Compras internacionais de até US$ 50 ficam sem imposto

O Congresso aprovou o fim do imposto de 20% sobre compras internacionais de até US$ 50, mas criou mecanismos para acompanhar os efeitos sobre a indústria brasileira. #Linkezine 🏛️

 

Congresso aprova fim da “taxa das blusinhas” e medida segue para sanção de Lula

Compras internacionais de até US$ 50 ficam sem imposto

No Congresso, a chamada “taxa das blusinhas” chegou ao fim nesta quinta-feira (3), pelo menos no papel. Deputados e senadores aprovaram a medida provisória apresentada pelo governo de Luiz Inácio Lula da Silva que elimina a cobrança de 20% sobre compras internacionais de até US$ 50. Agora, o texto segue para sanção presidencial.

A mudança preserva a isenção que estava no centro da articulação política do governo, mas incorpora mecanismos de acompanhamento dos efeitos da medida sobre a economia brasileira. A preocupação é direta: ampliar o acesso do consumidor às compras internacionais sem criar uma pressão adicional sobre setores nacionais que competem com produtos importados.

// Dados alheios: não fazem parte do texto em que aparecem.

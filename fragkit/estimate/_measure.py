"""Observables from the shots of a plan, each with its own least-variance coefficients."""

from collections.abc import Sequence
from dataclasses import dataclass

import numpy as np
from numpy.typing import NDArray

from fragkit.core import Fragment, Hamiltonian, InputError, MismatchError, as_positive, pair_indices
from fragkit.estimate._combine import Part, combine, split
from fragkit.estimate._consistency import OccupationFit, check_reading
from fragkit.estimate._correction import Correction
from fragkit.estimate._counts import Counts
from fragkit.estimate._least_variance import Combination, FixedShots
from fragkit.estimate._missing import check_complete
from fragkit.estimate._moments import MODEL_NOISE, model_state, selected, shrunk_covariances
from fragkit.estimate._observable import Observable
from fragkit.estimate._readout import ReadoutErrors
from fragkit.estimate._sector import check_every_circuit_keeps_shots, check_sector
from fragkit.estimate._verb import check_counts, readout_correction
from fragkit.planning import OperatorSpace, Plan
from fragkit.states import ReferenceState

Array = NDArray[np.float64]

FOLDS = 4
"""Parts that the data are dealt into; the coefficients of one come from the covariances of the others."""

_SPANNED = 1e-8


@dataclass(frozen=True)
class Measurement:
    """A measured observable: name, value, standard error, and interval of the given confidence."""

    name: str
    value: float
    standard_error: float
    interval: tuple[float, float]
    confidence: float

    def __repr__(self) -> str:
        return f"Measurement({self.name!r}: {self.value:.6g} +- {self.standard_error:.2g})"


def measure(
    plan: Plan,
    counts: Counts,
    observables: Sequence[Observable | Hamiltonian] | Observable | Hamiltonian,
    *,
    reference: ReferenceState | None = None,
    shifts: bool | None = None,
    readout: ReadoutErrors | None = None,
    confidence: float = 0.95,
    least_kept: float | None = None,
    seed: int = 0,
) -> list[Measurement]:
    """Expectation values of other operators from the counts of a plan.

    Each operator gets the coefficients of least variance on the plan's circuits at the shots that were taken, exactly
    reproducing it. The covariances come from `reference`, or without one from the data, in folds: the coefficients
    for one quarter of the shots come from the other three, so that values are unbiased.

    Parameters
    ----------
    plan, counts
        As for `fragkit.estimate.estimate`.
    observables
        One or several; a Hamiltonian is taken as the operator with its integrals (an energy derivative, say).
    reference
        State to take covariances from.
    shifts
        Use operators that vanish at the plan's electron numbers; the values then come from post-selected shots. As
        the plan does when None.
    readout
        Readout errors to correct for; then nothing is post-selected.
    confidence, least_kept
        As for `fragkit.estimate.estimate`.
    seed
        Of the deal into folds.

    Returns
    -------
    list of Measurement
        In the order of `observables`.

    Raises
    ------
    InputError
        If an operator is outside the span of the plan's circuits; the message says what is missing.

    Examples
    --------
    >>> import fragkit, numpy as np
    >>> ham = fragkit.hubbard(2, repulsion=4.0, electrons=(1, 1))
    >>> state = fragkit.reference_state(ham, "fci")
    >>> plan = fragkit.plan(ham, state, fragments=fragkit.fragment(ham), total_shots=20000)
    >>> counts = fragkit.simulate(plan, state, rng=1)
    >>> [result] = measure(plan, counts, Observable("hopping", 0.0, np.array([[0.0, 1.0], [1.0, 0.0]])))
    >>> abs(result.value - 1.4142) < 0.1
    True
    """
    if isinstance(observables, Observable | Hamiltonian):
        observables = [observables]
    listed = [Observable.of(o) if isinstance(o, Hamiltonian) else o for o in observables]
    for k, observable in enumerate(listed):
        if not isinstance(observable, Observable):
            raise InputError(
                f"`observables[{k}]` must be an Observable or a Hamiltonian (got {type(observable).__name__})"
            )
        if observable.orbitals != plan.orbitals:
            raise MismatchError(
                f"`observables[{k}]` must have {plan.orbitals} orbitals like the plan (got {observable.orbitals})"
            )
    data = _checked(plan, counts, shifts, readout, least_kept)
    parts = _parts(plan, data, listed, reference, seed)
    if not 0.0 < as_positive(confidence, "confidence") < 1.0:
        raise InputError(f"`confidence` must be between 0 and 1 (got {confidence})")
    results = []
    for observable, own in zip(listed, parts, strict=True):
        found = combine(own, plan.electrons, correction=data.correction)
        half = found.bar.half_width(confidence)
        value = observable.constant + found.value
        results.append(
            Measurement(observable.name, value, found.bar.standard_error, (value - half, value + half), confidence)
        )
    return results


def measure_density(
    plan: Plan,
    counts: Counts,
    *,
    reference: ReferenceState | None = None,
    shifts: bool | None = None,
    readout: ReadoutErrors | None = None,
    least_kept: float | None = None,
    seed: int = 0,
) -> tuple[Array, Array]:
    """Spin-summed one-particle density matrix ⟨E_pq⟩ (n, n), real part, and the standard error of each entry.

    Arguments and errors as for `measure`. The entries are unbiased one by one; the matrix is not forced to have
    eigenvalues in 0 … 2.
    """
    n = plan.orbitals
    p, q = pair_indices(n)
    units = []
    for a, b in zip(p, q, strict=True):
        matrix = np.zeros((n, n))
        matrix[a, b] = matrix[b, a] = 1.0 if a == b else 0.5
        units.append(Observable(f"E[{a},{b}]", 0.0, matrix))
    found = measure(
        plan,
        counts,
        units,
        reference=reference,
        shifts=shifts,
        readout=readout,
        least_kept=least_kept,
        seed=seed,
    )
    density, errors = np.zeros((n, n)), np.zeros((n, n))
    density[p, q] = density[q, p] = [result.value for result in found]
    errors[p, q] = errors[q, p] = [result.standard_error for result in found]
    return density, errors


@dataclass(frozen=True, eq=False)
class _Data:
    """Counts that passed the checks, post-selected if need be."""

    counts: Counts
    shifts: bool
    correction: Correction | None


def _checked(
    plan: Plan, counts: Counts, shifts: bool | None, readout: ReadoutErrors | None, least_kept: float | None
) -> _Data:
    check_counts(plan, counts)
    check_complete(plan, counts)
    use_shifts = plan.sector_exact if shifts is None else bool(shifts)
    correction = None if readout is None else readout_correction(plan, readout, None)
    least = float(readout is None) / 2 if least_kept is None else least_kept
    kept = check_sector(counts, plan.electrons, least)
    check_reading(OccupationFit.of(plan, counts))
    if use_shifts and readout is None:
        check_every_circuit_keeps_shots(counts, kept, plan.electrons)
        counts = selected(counts, plan.electrons)
    return _Data(counts, use_shifts, correction)


def _parts(
    plan: Plan, data: _Data, observables: Sequence[Observable], reference: ReferenceState | None, seed: int
) -> list[list[Part]]:
    """For each observable its parts: the data as a whole with a reference, folds without."""
    rotations = np.stack([fragment.rotation for fragment in plan.fragments])
    space = OperatorSpace(plan.orbitals)
    rows = [observable.rows(space) for observable in observables]
    if reference is not None:
        state = reference.with_noise(MODEL_NOISE)
        cases = [(np.stack([state.moments(u)[1] for u in rotations]), data.counts, 1.0)]
    else:
        if np.min(data.counts.shots) < 2 * FOLDS:
            raise InputError(
                f"every circuit must have at least {2 * FOLDS} shots to choose coefficients from the data (got "
                f"{int(np.min(data.counts.shots))} for circuit {int(np.argmin(data.counts.shots))}); pass `reference`"
            )
        folds = split(data.counts, FOLDS, np.random.default_rng(seed))
        cases = []
        for k, fold in enumerate(folds):
            first, *rest = [other for j, other in enumerate(folds) if j != k]
            others = first.merged(*rest)
            covariances = shrunk_covariances(plan, others, model_state(plan, others, None))
            cases.append((covariances, fold, 1.0 / FOLDS))
    parts: list[list[Part]] = [[] for _ in observables]
    for covariances, counts, weight in cases:
        ready = FixedShots(rotations, covariances, counts.shots, plan.electrons, shifts=data.shifts)
        for observable, own, target in zip(observables, parts, rows, strict=True):
            found = ready.combination(target)
            check_spanned(observable, found, space, data.shifts)
            products = np.einsum("kfg,kg->kf", covariances, found.coefficients)
            deviations = np.sqrt(np.maximum(np.einsum("kf,kf->k", found.coefficients, products), 0.0))
            fragments = tuple(
                Fragment.from_coefficients(u, c) for u, c in zip(rotations, found.coefficients, strict=True)
            )
            own.append(Part(fragments, found.constant, deviations, counts, weight))
    return parts


def check_spanned(observable: Observable, found: Combination, space: OperatorSpace, shifts: bool) -> None:
    """Raise `InputError` unless the circuits reproduce the observable, saying what is missing."""
    if found.relative <= _SPANNED:
        return
    tensors = space.tensors(found.missing)
    sizes = {
        "one-body": (tensors.one_body, found.missing[space.linear]),
        "opposite-spin": (tensors.opposite_spin, found.missing[space.opposite]),
        "same-spin": (tensors.exchange_odd, found.missing[space.same]),
    }
    kind = max(sizes, key=lambda name: float(np.linalg.norm(sizes[name][1])))
    tensor, part = sizes[kind]
    index = tuple(int(k) for k in np.unravel_index(int(np.argmax(np.abs(tensor))), tensor.shape))
    share = float(np.linalg.norm(part) / np.linalg.norm(found.missing)) ** 2
    other = "" if shifts else ", or allow operators that vanish at the electron numbers (shifts=True)"
    raise InputError(
        f"{observable.name!r} must be in the span of the plan's circuits (got a relative part of {found.relative:.2g} "
        f"outside, {share:.0%} of it {kind}, largest at orbitals {index}); add circuits whose orbitals mix these{other}"
    )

O texto aprovado determina que o Ministério da Fazenda monitore os impactos do fim da tributação sobre o comércio brasileiro. Na fase inicial, a avaliação deverá ocorrer a cada três meses. Depois, a periodicidade passará a ser semestral.

O monitoramento terá uma consequência prevista na própria medida. Caso os indicadores apontem prejuízos relevantes ao setor produtivo nacional, o Ministério da Fazenda deverá encaminhar à Câmara dos Deputados um projeto com medidas para reduzir esses impactos.

Entre as alternativas estudadas está a possibilidade de desonerar compras realizadas no mercado nacional de até R$ 250. A ideia cria uma espécie de contrapeso: se o consumidor tiver mais facilidade para comprar fora do país, o comércio brasileiro também poderá receber estímulos para competir em condições consideradas mais equilibradas.

A relatoria ficou com a senadora Leila Barros, que participou de reuniões com representantes da indústria e do varejo antes da votação. Estiveram entre os interlocutores entidades como a Associação Brasileira da Indústria Têxtil e de Confecção e do Varejo Têxtil (ABVTEX), além da Confederação Nacional do Comércio de Bens, Serviços e Turismo (CNC) e da Confederação Nacional da Indústria (CNI).

O alerta do setor produtivo ajudou a colocar o emprego no centro da discussão. A CNI estima que a mudança possa colocar em risco 109 mil postos de trabalho no país, argumento utilizado para defender mecanismos de proteção à indústria nacional.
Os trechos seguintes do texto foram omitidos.